**Exercise**: Each entry below is to be duplicated verbatim.

**Data shown**:
- Opening Delimiter -
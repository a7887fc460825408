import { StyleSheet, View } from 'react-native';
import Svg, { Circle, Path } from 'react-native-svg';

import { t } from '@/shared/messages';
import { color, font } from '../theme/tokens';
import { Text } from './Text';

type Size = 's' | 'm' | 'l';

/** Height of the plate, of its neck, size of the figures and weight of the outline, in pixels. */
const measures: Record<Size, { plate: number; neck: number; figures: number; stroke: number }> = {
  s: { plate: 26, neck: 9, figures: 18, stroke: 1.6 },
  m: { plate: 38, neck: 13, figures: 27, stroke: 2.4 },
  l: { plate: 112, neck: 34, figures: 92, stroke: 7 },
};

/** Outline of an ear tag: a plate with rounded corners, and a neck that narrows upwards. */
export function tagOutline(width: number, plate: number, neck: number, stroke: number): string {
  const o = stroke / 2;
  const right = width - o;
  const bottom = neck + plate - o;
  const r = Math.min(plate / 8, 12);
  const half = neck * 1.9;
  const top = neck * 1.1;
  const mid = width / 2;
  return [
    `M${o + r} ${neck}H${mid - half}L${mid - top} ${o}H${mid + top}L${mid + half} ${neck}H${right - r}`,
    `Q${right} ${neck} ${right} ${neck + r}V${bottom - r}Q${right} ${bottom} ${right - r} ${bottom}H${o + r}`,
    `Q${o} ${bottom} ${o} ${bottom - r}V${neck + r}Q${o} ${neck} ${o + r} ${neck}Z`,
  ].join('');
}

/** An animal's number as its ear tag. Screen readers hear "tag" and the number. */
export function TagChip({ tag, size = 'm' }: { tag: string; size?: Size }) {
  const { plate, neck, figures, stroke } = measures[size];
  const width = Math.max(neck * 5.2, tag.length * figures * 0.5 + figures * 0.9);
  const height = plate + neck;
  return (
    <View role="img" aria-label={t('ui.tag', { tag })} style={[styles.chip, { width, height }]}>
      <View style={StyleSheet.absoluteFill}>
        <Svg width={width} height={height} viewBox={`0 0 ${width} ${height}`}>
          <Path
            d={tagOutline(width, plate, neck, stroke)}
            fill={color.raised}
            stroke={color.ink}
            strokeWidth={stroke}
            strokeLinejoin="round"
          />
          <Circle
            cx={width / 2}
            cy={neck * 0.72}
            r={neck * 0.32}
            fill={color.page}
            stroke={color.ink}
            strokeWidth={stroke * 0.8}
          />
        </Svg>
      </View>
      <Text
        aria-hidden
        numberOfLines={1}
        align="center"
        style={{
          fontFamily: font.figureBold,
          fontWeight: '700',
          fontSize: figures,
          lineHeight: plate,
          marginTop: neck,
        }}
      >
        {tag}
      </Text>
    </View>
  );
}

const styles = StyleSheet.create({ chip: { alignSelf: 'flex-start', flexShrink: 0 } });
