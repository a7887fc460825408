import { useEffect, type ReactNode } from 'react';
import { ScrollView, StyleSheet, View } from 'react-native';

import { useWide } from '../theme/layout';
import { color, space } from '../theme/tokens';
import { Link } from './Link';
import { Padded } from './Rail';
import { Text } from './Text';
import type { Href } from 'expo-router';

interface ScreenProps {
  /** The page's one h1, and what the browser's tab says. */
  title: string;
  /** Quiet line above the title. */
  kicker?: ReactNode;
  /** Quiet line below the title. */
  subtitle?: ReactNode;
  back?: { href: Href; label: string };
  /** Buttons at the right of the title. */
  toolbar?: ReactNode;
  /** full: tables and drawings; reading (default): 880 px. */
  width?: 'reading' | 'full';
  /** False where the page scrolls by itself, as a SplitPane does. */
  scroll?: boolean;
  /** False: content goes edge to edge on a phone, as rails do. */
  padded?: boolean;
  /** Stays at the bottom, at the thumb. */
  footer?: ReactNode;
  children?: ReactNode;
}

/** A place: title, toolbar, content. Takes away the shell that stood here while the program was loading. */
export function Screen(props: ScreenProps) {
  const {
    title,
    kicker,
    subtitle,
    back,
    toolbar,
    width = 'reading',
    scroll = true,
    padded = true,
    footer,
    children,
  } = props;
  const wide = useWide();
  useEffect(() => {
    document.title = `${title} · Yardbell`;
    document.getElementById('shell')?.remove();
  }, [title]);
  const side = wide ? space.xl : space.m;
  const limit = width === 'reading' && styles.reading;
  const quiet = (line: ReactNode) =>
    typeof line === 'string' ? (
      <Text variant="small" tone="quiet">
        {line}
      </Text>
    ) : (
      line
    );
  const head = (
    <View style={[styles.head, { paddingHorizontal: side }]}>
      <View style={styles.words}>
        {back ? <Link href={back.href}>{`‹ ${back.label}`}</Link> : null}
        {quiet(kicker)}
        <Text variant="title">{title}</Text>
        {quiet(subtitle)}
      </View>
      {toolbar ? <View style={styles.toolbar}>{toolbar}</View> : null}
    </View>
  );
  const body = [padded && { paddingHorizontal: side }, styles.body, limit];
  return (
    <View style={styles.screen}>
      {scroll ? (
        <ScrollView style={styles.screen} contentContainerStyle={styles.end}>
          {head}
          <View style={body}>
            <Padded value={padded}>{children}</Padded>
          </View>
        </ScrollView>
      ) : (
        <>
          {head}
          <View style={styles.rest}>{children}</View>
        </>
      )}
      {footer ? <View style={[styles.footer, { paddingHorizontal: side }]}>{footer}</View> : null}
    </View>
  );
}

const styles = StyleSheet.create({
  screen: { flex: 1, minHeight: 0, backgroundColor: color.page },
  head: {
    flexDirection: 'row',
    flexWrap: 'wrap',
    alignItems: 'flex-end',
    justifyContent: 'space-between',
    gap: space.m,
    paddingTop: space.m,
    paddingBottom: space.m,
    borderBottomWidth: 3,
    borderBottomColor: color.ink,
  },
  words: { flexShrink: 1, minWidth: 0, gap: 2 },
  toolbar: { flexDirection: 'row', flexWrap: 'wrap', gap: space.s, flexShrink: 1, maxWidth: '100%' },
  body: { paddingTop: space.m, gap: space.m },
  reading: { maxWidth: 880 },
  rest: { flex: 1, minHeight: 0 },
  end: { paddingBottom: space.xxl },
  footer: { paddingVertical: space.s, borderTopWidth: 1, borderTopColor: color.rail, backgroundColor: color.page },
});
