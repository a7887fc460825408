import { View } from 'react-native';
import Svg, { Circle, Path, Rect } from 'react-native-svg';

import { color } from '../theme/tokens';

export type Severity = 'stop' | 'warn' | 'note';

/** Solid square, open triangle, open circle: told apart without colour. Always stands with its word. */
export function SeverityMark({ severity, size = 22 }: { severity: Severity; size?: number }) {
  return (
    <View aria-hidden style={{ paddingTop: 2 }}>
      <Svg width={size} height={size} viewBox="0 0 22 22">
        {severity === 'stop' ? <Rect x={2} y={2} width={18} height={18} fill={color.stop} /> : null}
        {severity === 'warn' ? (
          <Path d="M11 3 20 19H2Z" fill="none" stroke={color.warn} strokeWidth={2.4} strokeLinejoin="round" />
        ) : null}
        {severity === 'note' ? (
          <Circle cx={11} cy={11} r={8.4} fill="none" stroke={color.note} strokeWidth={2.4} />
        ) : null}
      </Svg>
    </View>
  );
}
- Closing Delimiter -
**Task solution**:
repository a7887fc460825408
import { StyleSheet, View } from 'react-native';
import Svg, { Circle, Path } from 'react-native-svg';

import { t } from '@/shared/messages';
import { color, font } from '../theme/tokens';
import { Text } from './Text';

type Size = 's' | 'm' | 'l';

/** Height of the plate, of its neck, size of the figures and weight of the outline, in pixels. */
const measures: Record<Size, { plate: number; neck: number; figures: number; stroke: number }> = {
  s: { plate: 26, neck: 9, figures: 18, stroke: 1.6 },
  m: { plate: 38, neck: 13, figures: 27, stroke: 2.4 },
  l: { plate: 112, neck: 34, figures: 92, stroke: 7 },
};

/** Outline of an ear tag: a plate with rounded corners, and a neck that narrows upwards. */
export function tagOutline(width: number, plate: number, neck: number, stroke: number): string {
  const o = stroke / 2;
  const right = width - o;
  const bottom = neck + plate - o;
  const r = Math.min(plate / 8, 12);
  const half = neck * 1.9;
  const top = neck * 1.1;
  const mid = width / 2;
  return [
    `M${o + r} ${neck}H${mid - half}L${mid - top} ${o}H${mid + top}L${mid + half} ${neck}H${right - r}`,
    `Q${right} ${neck} ${right} ${neck + r}V${bottom - r}Q${right} ${bottom} ${right - r} ${bottom}H${o + r}`,
    `Q${o} ${bottom} ${o} ${bottom - r}V${neck + r}Q${o} ${neck} ${o + r} ${neck}Z`,
  ].join('');
}

/** An animal's number as its ear tag. Screen readers hear "tag" and the number. */
export function TagChip({ tag, size = 'm' }: { tag: string; size?: Size }) {
  const { plate, neck, figures, stroke } = measures[size];
  const width = Math.max(neck * 5.2, tag.length * figures * 0.5 + figures * 0.9);
  const height = plate + neck;
  return (
    <View role="img" aria-label={t('ui.tag', { tag })} style={[styles.chip, { width, height }]}>
      <View style={StyleSheet.absoluteFill}>
        <Svg width={width} height={height} viewBox={`0 0 ${width} ${height}`}>
          <Path
            d={tagOutline(width, plate, neck, stroke)}
            fill={color.raised}
            stroke={color.ink}
            strokeWidth={stroke}
            strokeLinejoin="round"
          />
          <Circle
            cx={width / 2}
            cy={neck * 0.72}
            r={neck * 0.32}
            fill={color.page}
            stroke={color.ink}
            strokeWidth={stroke * 0.8}
          />
        </Svg>
      </View>
      <Text
        aria-hidden
        numberOfLines={1}
        align="center"
        style={{
          fontFamily: font.figureBold,
          fontWeight: '700',
          fontSize: figures,
          lineHeight: plate,
          marginTop: neck,
        }}
      >
        {tag}
      </Text>
    </View>
  );
}

const styles = StyleSheet.create({ chip: { alignSelf: 'flex-start', flexShrink: 0 } });
repository a7887fc460825408
import { useEffect, type ReactNode } from 'react';
import { ScrollView, StyleSheet, View } from 'react-native';

import { useWide } from '../theme/layout';
import { color, space } from '../theme/tokens';
import { Link } from './Link';
import { Padded } from './Rail';
import { Text } from './Text';
import type { Href } from 'expo-router';

interface ScreenProps {
  /** The page's one h1, and what the browser's tab says. */
  title: string;
  /** Quiet line above the title. */
  kicker?: ReactNode;
  /** Quiet line below the title. */
  subtitle?: ReactNode;
  back?: { href: Href; label: string };
  /** Buttons at the right of the title. */
  toolbar?: ReactNode;
  /** full: tables and drawings; reading (default): 880 px. */
  width?: 'reading' | 'full';
  /** False where the page scrolls by itself, as a SplitPane does. */
  scroll?: boolean;
  /** False: content goes edge to edge on a phone, as rails do. */
  padded?: boolean;
  /** Stays at the bottom, at the thumb. */
  footer?: ReactNode;
  children?: ReactNode;
}

/** A place: title, toolbar, content. Takes away the shell that stood here while the program was loading. */
export function Screen(props: ScreenProps) {
  const {
    title,
    kicker,
    subtitle,
    back,
    toolbar,
    width = 'reading',
    scroll = true,
    padded = true,
    footer,
    children,
  } = props;
  const wide = useWide();
  useEffect(() => {
    document.title = `${title} · Yardbell`;
    document.getElementById('shell')?.remove();
  }, [title]);
  const side = wide ? space.xl : space.m;
  const limit = width === 'reading' && styles.reading;
  const quiet = (line: ReactNode) =>
    typeof line === 'string' ? (
      <Text variant="small" tone="quiet">
        {line}
      </Text>
    ) : (
      line
    );
  const head = (
    <View style={[styles.head, { paddingHorizontal: side }]}>
      <View style={styles.words}>
        {back ? <Link href={back.href}>{`‹ ${back.label}`}</Link> : null}
        {quiet(kicker)}
        <Text variant="title">{title}</Text>
        {quiet(subtitle)}
      </View>
      {toolbar ? <View style={styles.toolbar}>{toolbar}</View> : null}
    </View>
  );
  const body = [padded && { paddingHorizontal: side }, styles.body, limit];
  return (
    <View style={styles.screen}>
      {scroll ? (
        <ScrollView style={styles.screen} contentContainerStyle={styles.end}>
          {head}
          <View style={body}>
            <Padded value={padded}>{children}</Padded>
          </View>
        </ScrollView>
      ) : (
        <>
          {head}
          <View style={styles.rest}>{children}</View>
        </>
      )}
      {footer ? <View style={[styles.footer, { paddingHorizontal: side }]}>{footer}</View> : null}
    </View>
  );
}

const styles = StyleSheet.create({
  screen: { flex: 1, minHeight: 0, backgroundColor: color.page },
  head: {
    flexDirection: 'row',
    flexWrap: 'wrap',
    alignItems: 'flex-end',
    justifyContent: 'space-between',
    gap: space.m,
    paddingTop: space.m,
    paddingBottom: space.m,
    borderBottomWidth: 3,
    borderBottomColor: color.ink,
  },
  words: { flexShrink: 1, minWidth: 0, gap: 2 },
  toolbar: { flexDirection: 'row', flexWrap: 'wrap', gap: space.s, flexShrink: 1, maxWidth: '100%' },
  body: { paddingTop: space.m, gap: space.m },
  reading: { maxWidth: 880 },
  rest: { flex: 1, minHeight: 0 },
  end: { paddingBottom: space.xxl },
  footer: { paddingVertical: space.s, borderTopWidth: 1, borderTopColor: color.rail, backgroundColor: color.page },
});
repository a7887fc460825408
import { View } from 'react-native';
import Svg, { Circle, Path, Rect } from 'react-native-svg';

import { color } from '../theme/tokens';

export type Severity = 'stop' | 'warn' | 'note';

/** Solid square, open triangle, open circle: told apart without colour. Always stands with its word. */
export function SeverityMark({ severity, size = 22 }: { severity: Severity; size?: number }) {
  return (
    <View aria-hidden style={{ paddingTop: 2 }}>
      <Svg width={size} height={size} viewBox="0 0 22 22">
        {severity === 'stop' ? <Rect x={2} y={2} width={18} height={18} fill={color.stop} /> : null}
        {severity === 'warn' ? (
          <Path d="M11 3 20 19H2Z" fill="none" stroke={color.warn} strokeWidth={2.4} strokeLinejoin="round" />
        ) : null}
        {severity === 'note' ? (
          <Circle cx={11} cy={11} r={8.4} fill="none" stroke={color.note} strokeWidth={2.4} />
        ) : null}
      </Svg>
    </View>
  );
}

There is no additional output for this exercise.